Après les déclarations et le salut final sur scène de tous les invités et membres du jury, le Cabaret sauvage a du mal à se vider, le public semblant comme revigoré par cet entre-soi politico-humoristique. Chacun y va de son commentaire sur le palmarès. Un multi-nominé reparti bredouille revient sur de nombreuses lèvres. Beaucoup sont en effet déçus que Claude Guéant n’ait pas été récompensé « Pour l’ensemble de son œuvre ».

Cela semble être aussi le cas de Benoît Hamon, le porte-parole du Parti socialiste, seul politique à avoir fait le déplacement et extrêmement sollicité par les médias présents. Pour lui, les déclarations du ministre de l’intérieur « font mal aux gens et à la République ». A la question « Avez-vous passé une bonne soirée ? », sa réponse est positive. L’humour de la soirée qu’il dit avoir beaucoup apprécié lui aurait évité « la nausée » à l’écoute de cet enchaînement de petites phrases…

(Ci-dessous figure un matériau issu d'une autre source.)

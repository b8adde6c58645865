"""Residual-based cointegration math on balanced arrays: Pedroni's seven sums and Kao's pooled DF/ADF.

Pure NumPy on ``(N, T)`` residual arrays; every function works on all units at once. The public
tests in :mod:`evidence.cointegration.panel` build the residuals and standardise the sums.
"""

from __future__ import annotations

import numpy as np

from evidence._hac import long_run_cov
from evidence.cointegration._data import batch_ols, deterministics, lag_matrix

__all__ = ["adf_terms", "kao_raw", "pedroni_raw", "select_adf_lags", "static_residuals"]


def static_residuals(y: np.ndarray, x: np.ndarray, trend: str) -> tuple[np.ndarray, np.ndarray]:
    """Residuals and slopes of each unit's OLS of ``y`` on its deterministics and ``x``."""
    n_units, n_years = y.shape
    d0 = deterministics(trend, n_years)
    d = np.broadcast_to(d0, (n_units,) + d0.shape)
    z = np.concatenate([d, x], axis=2)
    coef, resid, _ = batch_ols(y, z)
    return resid, coef[:, d.shape[2]:]


def adf_terms(e: np.ndarray, lags: int) -> tuple[np.ndarray, np.ndarray, np.ndarray]:
    """``e_{t-1}`` and ``Δe_t`` net of ``lags`` lagged differences, and the ADF residuals.

    Rows are ``t = lags + 2, ..., T`` (1-based). By Frisch–Waugh, ``sum(el * de) / sum(el**2)`` is the
    ADF coefficient on ``e_{t-1}`` (no deterministics: residuals have mean zero).
    """
    de = np.diff(e, axis=1)                      # Δe_t for t = 2..T
    el = e[:, :-1]                               # e_{t-1}
    if lags == 0:
        gamma = np.sum(el * de, axis=1) / np.sum(el * el, axis=1)
        return el, de, de - gamma[:, None] * el
    lagged = lag_matrix(de, list(range(1, lags + 1)))[:, lags:]
    de_s, el_s = de[:, lags:], el[:, lags:]
    _, de_p, _ = batch_ols(de_s, lagged)
    _, el_p, _ = batch_ols(el_s, lagged)
    gamma = np.sum(el_p * de_p, axis=1) / np.sum(el_p * el_p, axis=1)
    return el_p, de_p, de_p - gamma[:, None] * el_p


def select_adf_lags(e: np.ndarray, max_lags: int, method: str) -> np.ndarray:
    """Each unit's ADF lag order in ``0..max_lags`` by AIC or BIC on a common sample."""
    n_units, n_years = e.shape
    de = np.diff(e, axis=1)
    el = e[:, :-1]
    start = max_lags
    nobs = n_years - 1 - start
    scores = np.empty((n_units, max_lags + 1))
    for k in range(max_lags + 1):
        cols = [el[:, start:, None]]
        if k:
            cols.append(lag_matrix(de, list(range(1, k + 1)))[:, start:])
        z = np.concatenate(cols, axis=2)
        _, resid, _ = batch_ols(de[:, start:], z)
        ssr = np.sum(resid ** 2, axis=1)
        penalty = 2.0 if method == "aic" else np.log(nobs)
        scores[:, k] = nobs * np.log(ssr / nobs) + penalty * (k + 1)
    return np.argmin(scores, axis=1)


def pedroni_raw(e: np.ndarray, dy: np.ndarray, dx: np.ndarray, adf_lags: np.ndarray, *,
                trend: str, bandwidth: int) -> dict[str, np.ndarray | float]:
    """Pedroni's (1999) seven statistics before standardisation (see ``pedroni_test``).

    ``e`` (N, T) static residuals, ``dy`` (N, T-1) and ``dx`` (N, T-1, m) first differences,
    ``adf_lags`` (N,) lag orders of the ADF regressions.
    """
    n_units = e.shape[0]
    # L11^2: long-run variance of the residual of Δy on Δx (and a constant with a trend).
    zd = dx if trend != "trend" else np.concatenate([np.ones(dx.shape[:2] + (1,)), dx], axis=2)
    _, eta, _ = batch_ols(dy, zd)
    l11 = long_run_cov(eta[:, :, None], bandwidth)[1][:, 0, 0]
    # Non-parametric (rho, PP) terms from e_t = gamma e_{t-1} + u_t.
    el, de, u = adf_terms(e, 0)
    nobs = de.shape[1]
    s2, sig2, _ = (m[:, 0, 0] for m in long_run_cov(u[:, :, None], bandwidth))
    lam = 0.5 * (sig2 - s2)
    see = np.sum(el * el, axis=1)                          # sum_t e_{t-1}^2, per unit
    num = np.sum(el * de, axis=1) - nobs * lam             # sum_t (e_{t-1} Δe_t - lambda_i)
    w = 1.0 / l11
    a = np.sum(w * see)
    b = np.sum(w * num)
    sigma_tilde = np.mean(w * sig2)
    # Parametric (ADF) terms, unit by unit lag order.
    ee_star = np.empty(n_units)
    ed_star = np.empty(n_units)
    s2_star = np.empty(n_units)
    for k in np.unique(adf_lags):
        idx = np.flatnonzero(adf_lags == k)
        el_k, de_k, u_k = adf_terms(e[idx], int(k))
        ee_star[idx] = np.sum(el_k * el_k, axis=1)
        ed_star[idx] = np.sum(el_k * de_k, axis=1)
        s2_star[idx] = np.mean(u_k * u_k, axis=1)
    s2_tilde = np.mean(w * s2_star)  # weighted like sigma_tilde (see pedroni_test Notes)
    t_scale = float(nobs)
    sqrt_n = np.sqrt(n_units)
    return {
        "panel v": t_scale ** 2 * n_units ** 1.5 / a,
        "panel rho": t_scale * sqrt_n * b / a,
        "panel PP": b / np.sqrt(sigma_tilde * a),
        "panel ADF": np.sum(w * ed_star) / np.sqrt(s2_tilde * np.sum(w * ee_star)),
        "group rho": t_scale / sqrt_n * np.sum(num / see),
        "group PP": np.sum(num / np.sqrt(sig2 * see)) / sqrt_n,
        "group ADF": np.sum(ed_star / np.sqrt(s2_star * ee_star)) / sqrt_n,
        "l11": l11, "lambda": lam, "sigma2": sig2, "s2": s2, "nobs": nobs,
    }


def kao_raw(y: np.ndarray, x: np.ndarray, lags: int, *, bandwidth: int) -> dict[str, float]:
    """Kao's (1999) pooled DF and ADF quantities from the within (fixed-effects) regression.

    Returns ``T(rho - 1)`` pooled, the DF and ADF t-ratios, ``sigma_v^2`` and ``sigma_0v^2`` (the
    contemporaneous and long-run variance of ``u`` conditional on ``Δx``, with ``u = Δe``), the
    pooled slope and the sizes.
    """
    n_units, n_years, _ = x.shape
    yd = y - y.mean(axis=1, keepdims=True)
    xd = x - x.mean(axis=1, keepdims=True)
    xx = np.einsum("nti,ntj->ij", xd, xd)
    beta = np.linalg.solve(xx, np.einsum("nti,nt->i", xd, yd))
    e = yd - np.einsum("ntk,k->nt", xd, beta)
    el, et = e[:, :-1], e[:, 1:]
    rho = np.sum(el * et) / np.sum(el * el)
    v = et - rho * el
    s_e2 = np.sum(v * v) / v.size
    t_df = (rho - 1.0) * np.sqrt(np.sum(el * el)) / np.sqrt(s_e2)
    # ADF: pooled regression of Δe_t on e_{t-1} and common lagged differences.
    de = np.diff(e, axis=1)
    if lags:
        lagged = lag_matrix(de, list(range(1, lags + 1)))[:, lags:]
        z = np.concatenate([el[:, lags:, None], lagged], axis=2).reshape(-1, lags + 1)
    else:
        z = el.reshape(-1, 1)
    target = de[:, lags:].reshape(-1)
    coef, *_ = np.linalg.lstsq(z, target, rcond=None)
    resid = target - z @ coef
    s2 = resid @ resid / (resid.size - z.shape[1])
    cov = s2 * np.linalg.inv(z.T @ z)
    t_adf = coef[0] / np.sqrt(cov[0, 0])
    # Variances of u = Δe conditional on Δx, contemporaneous and long run.
    w = np.concatenate([de[:, :, None], np.diff(x, axis=1)], axis=2)
    w = w - w.mean(axis=1, keepdims=True)
    sigma, omega, _ = long_run_cov(w, bandwidth)
    sigma, omega = sigma.mean(axis=0), omega.mean(axis=0)

    def conditional(m: np.ndarray) -> float:
        return float(m[0, 0] - m[0, 1:] @ np.linalg.solve(m[1:, 1:], m[1:, 0]))

    return {"t_rho": float(n_years * (rho - 1.0)), "t_df": float(t_df), "t_adf": float(t_adf),
            "sigma_v2": conditional(sigma), "sigma_0v2": conditional(omega), "beta": beta,
            "rho": float(rho), "n_units": n_units, "n_years": n_years}


def kao_select_lags(y: np.ndarray, x: np.ndarray, max_lags: int, method: str) -> int:
    """The pooled ADF lag order of Kao's test in ``0..max_lags`` by AIC or BIC on a common sample."""
    yd = y - y.mean(axis=1, keepdims=True)
    xd = x - x.mean(axis=1, keepdims=True)
    beta = np.linalg.solve(np.einsum("nti,ntj->ij", xd, xd), np.einsum("nti,nt->i", xd, yd))
    e = yd - np.einsum("ntk,k->nt", xd, beta)
    de = np.diff(e, axis=1)
    el = e[:, :-1]
    target = de[:, max_lags:].reshape(-1)
    nobs = target.size
    scores = []
    for k in range(max_lags + 1):
        cols = [el[:, max_lags:, None]]
        if k:
            cols.append(lag_matrix(de, list(range(1, k + 1)))[:, max_lags:])
        z = np.concatenate(cols, axis=2).reshape(nobs, -1)
        coef, *_ = np.linalg.lstsq(z, target, rcond=None)
        ssr = float(np.sum((target - z @ coef) ** 2))
        penalty = 2.0 if method == "aic" else np.log(nobs)
        scores.append(nobs * np.log(ssr / nobs) + penalty * (k + 1))
    return int(np.argmin(scores))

Les Indivisibles, ce groupe de militants qui compte plus de 250 membres actifs et dont le but est de déconstruire, notamment grâce à l’humour et l’ironie, les préjugés ethno-raciaux, et en premier lieu celui qui nie ou dévalorise l’identité des Françaises et des Français non-blancs, semblent avoir réussi leur pari du soir. Apporter une bouffée d’air frais en faisant rire les participants tout en dénonçant clichés, petites phrases, saillies discriminatoires et préjugés qui, pour l’association, sont « des discours malodorants qui ont bien souvent rendu l’espace public et médiatique irrespirable ».